The Jeffery Epstein Story

Dauntless journalist Julie K. Brown recounts her uncompromising and risky investigation of Jeffrey Epstein's underage sex trafficking operation, and the explosive reporting for the Miami Herald that finally brought him to justice while exposing the powerful people and broken system that protected him.

For many years, billionaire Jeffrey Epstein's penchant for teenage girls was an open secret in the high society of Palm Beach, Florida and Upper East Side, Manhattan. Charged in 2008 with soliciting prostitution from minors, Epstein was treated with unheard of leniency, dictating the terms of his non-prosecution. The media virtually ignored the failures of the criminal justice system, and Epstein's friends and business partners brushed the allegations aside. But when in 2017 the U.S Attorney who approved Epstein's plea deal, Alexander Acosta, was chosen by President Trump as Labor Secretary, reporter Julie K. Brown was compelled to ask questions.

Despite her editor's skepticism that she could add a new dimension to a known story, Brown determined that her goal would be to track down the victims themselves. Pouring over thousands of redacted court documents, traveling across the country and chasing down information in difficulty and sometimes dangerous circumstances, Brown tracked down dozens of Epstein's victims, now young women struggling to reclaim their lives after the trauma and shame they had endured.

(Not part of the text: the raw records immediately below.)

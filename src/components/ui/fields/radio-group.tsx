import { useId, type ReactNode } from 'react'
import { classNames } from '../class-names.ts'
import { FieldError } from './field.tsx'

export type RadioChoice = { value: string; label: ReactNode; hint?: ReactNode; /** Why it cannot be chosen. */ refusal?: string }

/** One of a few, all in sight: `<RadioGroup legend="Which heat is right?" choices={…} value={answer} onValue={setAnswer} />`. */
export function RadioGroup({ legend, legendHidden, choices, value, onValue, name, error, across = false, className }: {
  legend: ReactNode
  legendHidden?: boolean
  choices: readonly RadioChoice[]
  value: string | undefined
  onValue: (value: string) => void
  name?: string
  error?: string | undefined
  /** Side by side instead of one under the other. */
  across?: boolean
  className?: string
}) {
  const made = useId()
  return (
    <fieldset className={classNames('min-w-0', className)} aria-invalid={error ? true : undefined} aria-describedby={error ? `${made}-error` : undefined}>
      <legend className={legendHidden ? 'sr-only' : 'mb-2 text-13 font-medium'}>{legend}</legend>
      <div className={classNames('flex gap-x-6 gap-y-2', across ? 'flex-wrap' : 'flex-col items-start')}>
        {choices.map((choice) => (
          <label key={choice.value} className="tick">
            <input
              type="radio"
              name={name ?? made}
              value={choice.value}
              checked={choice.value === value}
              onChange={() => !choice.refusal && onValue(choice.value)}
              {...(choice.refusal && { 'aria-disabled': true })}
            />
            <i aria-hidden />
            <span className={choice.refusal ? 'text-quiet' : undefined}>
              {choice.label}
              {(choice.refusal ?? choice.hint) && <span className="block text-13 text-quiet">{choice.refusal ?? choice.hint}</span>}
            </span>
          </label>
        ))}
      </div>
      {error && <FieldError id={`${made}-error`}>{error}</FieldError>}
    </fieldset>
  )
}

Brown's resulting three-part series in the Miami Herald was one of the most explosive news stories of the decade, revealing how Epstein ran a global sex trafficking pyramid scheme with impunity for years, targeting vulnerable teens, often from fractured homes and then turning them into recruiters. The outrage led to Epstein's arrest, the disappearance and eventual arrest of his closest accomplice Ghislaine Maxwell, and the resignation of Acosta. The financier's mysterious suicide in a New York City jail cell prompted wild speculation about the secrets he took to the grave-and whether his death was intentional or the result of foul play.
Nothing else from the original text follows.